#### [ACTIVITY]
For every line in the records below that contains the word "schemas", add one to a count, and report only that count.
+ + +
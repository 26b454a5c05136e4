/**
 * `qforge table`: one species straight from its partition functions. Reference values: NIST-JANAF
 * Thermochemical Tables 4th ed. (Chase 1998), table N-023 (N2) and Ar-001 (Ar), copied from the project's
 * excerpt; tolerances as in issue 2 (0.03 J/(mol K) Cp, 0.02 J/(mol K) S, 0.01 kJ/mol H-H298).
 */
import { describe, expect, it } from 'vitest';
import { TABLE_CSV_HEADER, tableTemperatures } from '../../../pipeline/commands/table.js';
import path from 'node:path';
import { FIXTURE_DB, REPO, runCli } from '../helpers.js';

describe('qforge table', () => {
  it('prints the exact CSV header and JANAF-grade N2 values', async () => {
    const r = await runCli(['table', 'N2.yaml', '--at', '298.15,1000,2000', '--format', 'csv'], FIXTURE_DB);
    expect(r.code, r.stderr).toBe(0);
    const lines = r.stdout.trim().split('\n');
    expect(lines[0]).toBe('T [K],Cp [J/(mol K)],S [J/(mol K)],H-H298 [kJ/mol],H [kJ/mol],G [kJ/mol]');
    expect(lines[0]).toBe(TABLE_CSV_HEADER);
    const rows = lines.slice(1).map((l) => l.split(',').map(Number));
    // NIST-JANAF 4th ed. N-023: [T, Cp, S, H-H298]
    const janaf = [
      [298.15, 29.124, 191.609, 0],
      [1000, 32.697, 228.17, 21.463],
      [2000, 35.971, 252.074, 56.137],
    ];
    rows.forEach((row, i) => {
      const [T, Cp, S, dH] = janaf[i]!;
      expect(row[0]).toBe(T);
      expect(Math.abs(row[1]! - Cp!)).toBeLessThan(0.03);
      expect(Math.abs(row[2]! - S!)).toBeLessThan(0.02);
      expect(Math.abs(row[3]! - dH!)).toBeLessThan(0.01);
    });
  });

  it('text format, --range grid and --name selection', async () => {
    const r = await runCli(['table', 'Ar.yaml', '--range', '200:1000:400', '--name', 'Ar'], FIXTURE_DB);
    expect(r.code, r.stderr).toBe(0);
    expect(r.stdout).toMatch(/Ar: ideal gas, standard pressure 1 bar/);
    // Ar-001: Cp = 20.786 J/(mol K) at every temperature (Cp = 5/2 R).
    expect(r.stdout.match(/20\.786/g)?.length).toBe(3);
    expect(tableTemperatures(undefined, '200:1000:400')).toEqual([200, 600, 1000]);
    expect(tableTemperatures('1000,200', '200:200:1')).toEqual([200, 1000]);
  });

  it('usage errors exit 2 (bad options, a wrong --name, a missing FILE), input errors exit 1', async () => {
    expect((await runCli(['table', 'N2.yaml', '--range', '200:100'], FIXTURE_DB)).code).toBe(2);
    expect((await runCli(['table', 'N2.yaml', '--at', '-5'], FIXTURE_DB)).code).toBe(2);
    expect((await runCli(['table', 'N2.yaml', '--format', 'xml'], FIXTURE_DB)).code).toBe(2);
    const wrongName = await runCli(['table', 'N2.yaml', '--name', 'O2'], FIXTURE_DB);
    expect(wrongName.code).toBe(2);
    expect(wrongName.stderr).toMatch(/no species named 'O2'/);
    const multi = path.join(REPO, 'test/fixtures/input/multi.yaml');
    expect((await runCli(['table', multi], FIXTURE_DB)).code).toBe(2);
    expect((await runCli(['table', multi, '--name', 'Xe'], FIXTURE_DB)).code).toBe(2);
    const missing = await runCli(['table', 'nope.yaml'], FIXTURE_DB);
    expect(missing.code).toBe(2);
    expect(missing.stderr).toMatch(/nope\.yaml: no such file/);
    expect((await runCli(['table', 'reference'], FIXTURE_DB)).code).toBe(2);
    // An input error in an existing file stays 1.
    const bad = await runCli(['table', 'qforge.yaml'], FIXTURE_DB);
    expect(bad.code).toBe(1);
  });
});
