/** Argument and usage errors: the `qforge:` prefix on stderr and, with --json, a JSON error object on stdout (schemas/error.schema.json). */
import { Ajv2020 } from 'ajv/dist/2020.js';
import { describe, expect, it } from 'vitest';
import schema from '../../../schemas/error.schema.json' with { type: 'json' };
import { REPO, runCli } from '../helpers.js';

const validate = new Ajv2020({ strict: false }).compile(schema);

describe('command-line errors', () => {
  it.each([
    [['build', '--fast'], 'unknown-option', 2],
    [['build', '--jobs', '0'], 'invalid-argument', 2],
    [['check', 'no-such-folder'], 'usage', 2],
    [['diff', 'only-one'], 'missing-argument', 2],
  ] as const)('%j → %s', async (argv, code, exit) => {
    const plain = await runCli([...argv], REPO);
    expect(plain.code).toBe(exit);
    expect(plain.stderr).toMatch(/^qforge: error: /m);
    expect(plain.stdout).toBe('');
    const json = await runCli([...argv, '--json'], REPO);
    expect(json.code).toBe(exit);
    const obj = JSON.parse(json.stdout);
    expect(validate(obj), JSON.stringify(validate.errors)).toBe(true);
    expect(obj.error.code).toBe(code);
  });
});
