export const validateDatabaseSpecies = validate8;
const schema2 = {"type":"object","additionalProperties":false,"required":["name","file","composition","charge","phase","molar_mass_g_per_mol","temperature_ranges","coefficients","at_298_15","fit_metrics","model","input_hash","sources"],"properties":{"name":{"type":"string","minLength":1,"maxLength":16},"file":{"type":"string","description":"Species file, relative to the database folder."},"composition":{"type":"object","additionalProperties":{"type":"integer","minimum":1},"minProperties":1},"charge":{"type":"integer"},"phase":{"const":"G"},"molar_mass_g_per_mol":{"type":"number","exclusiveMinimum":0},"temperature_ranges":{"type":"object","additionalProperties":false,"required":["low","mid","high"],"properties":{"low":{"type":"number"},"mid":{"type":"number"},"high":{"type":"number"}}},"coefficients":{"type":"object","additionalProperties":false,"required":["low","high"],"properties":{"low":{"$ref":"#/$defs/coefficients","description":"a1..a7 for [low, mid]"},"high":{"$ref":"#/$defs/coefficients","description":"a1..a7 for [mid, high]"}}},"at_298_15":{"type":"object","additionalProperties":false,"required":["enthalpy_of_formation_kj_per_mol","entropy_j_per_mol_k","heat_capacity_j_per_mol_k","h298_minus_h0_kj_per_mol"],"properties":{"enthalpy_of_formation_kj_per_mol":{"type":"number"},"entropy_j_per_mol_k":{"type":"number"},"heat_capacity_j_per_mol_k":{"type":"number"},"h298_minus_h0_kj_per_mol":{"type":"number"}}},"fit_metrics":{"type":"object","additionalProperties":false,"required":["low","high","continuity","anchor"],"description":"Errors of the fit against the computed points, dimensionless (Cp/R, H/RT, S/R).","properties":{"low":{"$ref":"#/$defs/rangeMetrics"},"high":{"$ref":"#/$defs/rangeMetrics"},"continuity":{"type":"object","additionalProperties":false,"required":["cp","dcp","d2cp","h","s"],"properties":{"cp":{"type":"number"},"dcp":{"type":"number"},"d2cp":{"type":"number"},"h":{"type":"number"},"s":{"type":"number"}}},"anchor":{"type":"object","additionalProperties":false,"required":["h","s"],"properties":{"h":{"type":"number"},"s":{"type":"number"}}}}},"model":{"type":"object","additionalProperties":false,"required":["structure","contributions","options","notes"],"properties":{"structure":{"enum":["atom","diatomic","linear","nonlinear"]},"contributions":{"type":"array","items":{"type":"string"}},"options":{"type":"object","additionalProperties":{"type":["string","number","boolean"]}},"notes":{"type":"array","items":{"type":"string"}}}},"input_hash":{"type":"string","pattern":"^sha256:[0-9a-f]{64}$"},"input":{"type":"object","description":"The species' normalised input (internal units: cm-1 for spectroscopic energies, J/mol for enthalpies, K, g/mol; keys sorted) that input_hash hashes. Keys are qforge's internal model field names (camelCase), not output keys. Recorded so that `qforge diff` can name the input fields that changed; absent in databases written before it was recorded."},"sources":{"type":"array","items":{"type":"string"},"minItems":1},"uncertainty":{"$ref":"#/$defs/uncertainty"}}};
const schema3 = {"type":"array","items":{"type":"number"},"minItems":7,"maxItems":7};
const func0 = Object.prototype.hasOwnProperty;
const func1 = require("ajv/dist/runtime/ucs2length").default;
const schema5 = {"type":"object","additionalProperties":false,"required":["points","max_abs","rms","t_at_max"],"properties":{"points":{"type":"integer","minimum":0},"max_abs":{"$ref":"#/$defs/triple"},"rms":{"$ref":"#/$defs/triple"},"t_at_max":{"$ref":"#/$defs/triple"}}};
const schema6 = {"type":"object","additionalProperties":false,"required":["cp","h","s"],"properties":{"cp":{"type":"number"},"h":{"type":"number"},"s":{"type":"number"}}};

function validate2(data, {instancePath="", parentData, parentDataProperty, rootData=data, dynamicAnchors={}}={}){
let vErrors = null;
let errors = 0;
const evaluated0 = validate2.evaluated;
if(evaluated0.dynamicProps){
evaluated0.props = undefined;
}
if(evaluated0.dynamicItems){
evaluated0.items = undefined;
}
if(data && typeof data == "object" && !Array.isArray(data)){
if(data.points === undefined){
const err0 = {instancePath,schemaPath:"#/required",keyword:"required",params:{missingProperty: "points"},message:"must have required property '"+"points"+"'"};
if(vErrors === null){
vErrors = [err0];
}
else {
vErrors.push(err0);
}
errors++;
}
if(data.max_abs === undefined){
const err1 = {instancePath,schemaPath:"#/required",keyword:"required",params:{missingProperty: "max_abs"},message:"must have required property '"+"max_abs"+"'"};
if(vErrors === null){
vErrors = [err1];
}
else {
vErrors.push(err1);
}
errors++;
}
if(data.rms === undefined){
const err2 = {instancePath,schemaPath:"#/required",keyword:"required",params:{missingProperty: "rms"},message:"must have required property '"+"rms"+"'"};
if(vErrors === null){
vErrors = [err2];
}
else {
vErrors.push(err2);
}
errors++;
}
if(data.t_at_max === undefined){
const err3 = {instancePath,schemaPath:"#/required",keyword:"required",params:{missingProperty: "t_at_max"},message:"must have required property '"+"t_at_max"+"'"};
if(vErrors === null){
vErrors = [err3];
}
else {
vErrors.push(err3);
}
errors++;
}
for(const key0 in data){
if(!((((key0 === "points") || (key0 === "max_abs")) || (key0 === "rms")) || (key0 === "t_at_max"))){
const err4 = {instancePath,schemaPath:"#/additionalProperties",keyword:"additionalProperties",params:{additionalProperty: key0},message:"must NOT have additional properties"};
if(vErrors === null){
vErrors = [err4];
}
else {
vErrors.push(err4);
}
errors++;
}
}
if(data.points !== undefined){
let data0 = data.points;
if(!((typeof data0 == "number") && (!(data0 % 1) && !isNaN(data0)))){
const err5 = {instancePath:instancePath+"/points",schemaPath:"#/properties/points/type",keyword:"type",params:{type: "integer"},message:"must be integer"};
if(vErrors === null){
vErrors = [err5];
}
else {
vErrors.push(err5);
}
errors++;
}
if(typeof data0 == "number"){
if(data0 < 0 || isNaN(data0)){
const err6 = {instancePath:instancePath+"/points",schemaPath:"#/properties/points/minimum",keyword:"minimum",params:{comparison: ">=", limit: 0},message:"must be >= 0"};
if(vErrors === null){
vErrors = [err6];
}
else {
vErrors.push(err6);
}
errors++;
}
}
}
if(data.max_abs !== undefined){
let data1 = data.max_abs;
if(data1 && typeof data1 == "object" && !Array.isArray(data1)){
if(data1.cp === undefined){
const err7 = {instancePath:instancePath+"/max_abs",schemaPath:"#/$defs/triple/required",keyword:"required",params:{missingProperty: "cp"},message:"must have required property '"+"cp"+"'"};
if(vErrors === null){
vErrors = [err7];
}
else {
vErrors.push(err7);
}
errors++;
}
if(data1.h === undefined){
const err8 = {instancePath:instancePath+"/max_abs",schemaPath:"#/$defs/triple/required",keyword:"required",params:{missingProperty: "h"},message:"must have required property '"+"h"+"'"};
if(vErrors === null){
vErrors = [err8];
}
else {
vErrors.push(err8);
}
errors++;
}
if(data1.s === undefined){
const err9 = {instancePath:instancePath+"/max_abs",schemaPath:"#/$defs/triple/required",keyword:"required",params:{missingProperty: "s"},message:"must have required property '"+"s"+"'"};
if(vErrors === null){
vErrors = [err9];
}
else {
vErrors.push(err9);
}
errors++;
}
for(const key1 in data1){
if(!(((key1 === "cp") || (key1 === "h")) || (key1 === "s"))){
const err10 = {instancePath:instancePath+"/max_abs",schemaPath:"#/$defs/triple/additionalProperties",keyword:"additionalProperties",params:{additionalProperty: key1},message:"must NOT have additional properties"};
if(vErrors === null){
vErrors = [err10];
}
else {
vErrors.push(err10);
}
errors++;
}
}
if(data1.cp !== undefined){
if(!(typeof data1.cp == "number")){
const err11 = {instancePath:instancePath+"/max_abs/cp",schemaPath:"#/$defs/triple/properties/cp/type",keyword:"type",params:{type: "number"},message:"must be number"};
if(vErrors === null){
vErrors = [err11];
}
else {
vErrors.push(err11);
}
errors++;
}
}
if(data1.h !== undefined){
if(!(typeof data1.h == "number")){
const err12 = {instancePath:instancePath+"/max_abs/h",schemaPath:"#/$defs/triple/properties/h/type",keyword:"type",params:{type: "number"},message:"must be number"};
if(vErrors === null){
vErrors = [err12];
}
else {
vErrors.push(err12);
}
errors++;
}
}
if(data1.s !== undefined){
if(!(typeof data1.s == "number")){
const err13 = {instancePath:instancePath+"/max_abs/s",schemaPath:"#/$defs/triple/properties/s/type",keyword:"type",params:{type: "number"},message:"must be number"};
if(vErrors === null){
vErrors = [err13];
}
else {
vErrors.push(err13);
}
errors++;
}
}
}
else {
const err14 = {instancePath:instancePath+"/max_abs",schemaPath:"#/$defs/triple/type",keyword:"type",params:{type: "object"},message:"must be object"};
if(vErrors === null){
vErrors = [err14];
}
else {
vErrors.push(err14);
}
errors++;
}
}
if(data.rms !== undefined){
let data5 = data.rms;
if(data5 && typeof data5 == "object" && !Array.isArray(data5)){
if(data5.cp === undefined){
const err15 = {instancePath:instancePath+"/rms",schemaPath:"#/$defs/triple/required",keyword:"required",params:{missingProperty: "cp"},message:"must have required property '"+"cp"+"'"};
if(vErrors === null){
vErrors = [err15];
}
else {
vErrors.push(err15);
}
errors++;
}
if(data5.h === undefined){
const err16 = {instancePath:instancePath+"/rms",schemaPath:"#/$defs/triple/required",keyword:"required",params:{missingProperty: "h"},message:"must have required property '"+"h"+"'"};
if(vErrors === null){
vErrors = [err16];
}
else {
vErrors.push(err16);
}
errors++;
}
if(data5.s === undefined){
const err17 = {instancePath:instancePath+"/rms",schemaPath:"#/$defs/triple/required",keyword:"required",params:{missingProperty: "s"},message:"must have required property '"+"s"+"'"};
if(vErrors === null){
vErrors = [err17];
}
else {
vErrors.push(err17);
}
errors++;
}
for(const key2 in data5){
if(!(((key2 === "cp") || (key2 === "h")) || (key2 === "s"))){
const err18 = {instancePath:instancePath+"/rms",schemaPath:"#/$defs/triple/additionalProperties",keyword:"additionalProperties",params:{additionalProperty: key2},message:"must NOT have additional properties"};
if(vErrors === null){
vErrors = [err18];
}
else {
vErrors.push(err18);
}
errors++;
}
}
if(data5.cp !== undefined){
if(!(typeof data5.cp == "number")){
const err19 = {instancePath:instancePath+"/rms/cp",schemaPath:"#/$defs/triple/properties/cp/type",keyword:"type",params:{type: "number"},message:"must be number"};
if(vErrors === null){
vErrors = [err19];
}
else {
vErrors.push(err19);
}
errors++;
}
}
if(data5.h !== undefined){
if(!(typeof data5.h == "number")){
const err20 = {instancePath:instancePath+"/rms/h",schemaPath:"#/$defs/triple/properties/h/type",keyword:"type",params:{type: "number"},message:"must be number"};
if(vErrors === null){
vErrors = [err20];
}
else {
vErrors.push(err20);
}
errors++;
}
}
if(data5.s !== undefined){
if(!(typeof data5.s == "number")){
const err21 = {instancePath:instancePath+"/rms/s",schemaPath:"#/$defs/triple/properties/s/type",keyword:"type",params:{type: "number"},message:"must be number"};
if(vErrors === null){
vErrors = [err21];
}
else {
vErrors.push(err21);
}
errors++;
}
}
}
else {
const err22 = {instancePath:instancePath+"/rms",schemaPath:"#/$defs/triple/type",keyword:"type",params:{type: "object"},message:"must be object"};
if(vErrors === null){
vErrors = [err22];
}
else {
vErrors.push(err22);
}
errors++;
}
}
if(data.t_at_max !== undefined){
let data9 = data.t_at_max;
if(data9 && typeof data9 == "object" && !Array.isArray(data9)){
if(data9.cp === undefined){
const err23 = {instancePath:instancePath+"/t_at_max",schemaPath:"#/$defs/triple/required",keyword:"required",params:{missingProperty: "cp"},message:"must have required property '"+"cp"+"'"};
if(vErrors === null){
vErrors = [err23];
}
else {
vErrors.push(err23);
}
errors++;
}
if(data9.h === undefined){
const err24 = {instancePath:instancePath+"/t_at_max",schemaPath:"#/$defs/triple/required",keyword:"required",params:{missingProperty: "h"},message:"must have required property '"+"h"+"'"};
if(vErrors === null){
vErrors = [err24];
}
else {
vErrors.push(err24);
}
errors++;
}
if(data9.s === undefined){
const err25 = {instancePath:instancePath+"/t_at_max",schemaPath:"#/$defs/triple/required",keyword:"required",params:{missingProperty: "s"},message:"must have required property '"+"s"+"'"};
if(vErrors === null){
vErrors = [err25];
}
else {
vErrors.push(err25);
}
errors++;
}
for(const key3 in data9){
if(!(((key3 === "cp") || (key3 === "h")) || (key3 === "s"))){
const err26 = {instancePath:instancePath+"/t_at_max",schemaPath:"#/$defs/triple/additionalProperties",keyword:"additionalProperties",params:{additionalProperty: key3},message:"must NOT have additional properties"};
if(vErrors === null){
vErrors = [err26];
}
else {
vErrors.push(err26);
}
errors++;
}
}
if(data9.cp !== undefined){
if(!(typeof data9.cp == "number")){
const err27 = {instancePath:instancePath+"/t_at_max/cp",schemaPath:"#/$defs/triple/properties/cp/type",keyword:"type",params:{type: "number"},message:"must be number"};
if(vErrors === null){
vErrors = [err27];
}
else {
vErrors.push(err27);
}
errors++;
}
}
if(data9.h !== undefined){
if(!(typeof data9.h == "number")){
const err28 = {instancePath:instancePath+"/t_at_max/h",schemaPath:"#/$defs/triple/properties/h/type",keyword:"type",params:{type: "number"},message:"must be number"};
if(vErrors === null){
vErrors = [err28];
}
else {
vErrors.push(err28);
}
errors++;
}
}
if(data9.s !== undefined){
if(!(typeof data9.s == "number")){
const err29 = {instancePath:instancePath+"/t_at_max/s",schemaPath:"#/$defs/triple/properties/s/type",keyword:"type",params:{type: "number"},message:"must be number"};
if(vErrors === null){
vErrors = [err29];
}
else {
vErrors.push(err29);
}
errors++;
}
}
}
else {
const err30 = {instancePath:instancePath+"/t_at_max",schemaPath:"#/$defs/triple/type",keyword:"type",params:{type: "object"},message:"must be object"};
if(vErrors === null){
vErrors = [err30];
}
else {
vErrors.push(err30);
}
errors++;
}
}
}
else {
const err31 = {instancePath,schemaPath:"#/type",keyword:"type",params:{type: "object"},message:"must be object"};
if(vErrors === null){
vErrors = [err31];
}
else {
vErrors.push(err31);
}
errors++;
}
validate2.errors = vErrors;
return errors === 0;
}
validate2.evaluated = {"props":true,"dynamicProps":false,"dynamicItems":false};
+ + +
#### [PROBLEM SOLUTION]
2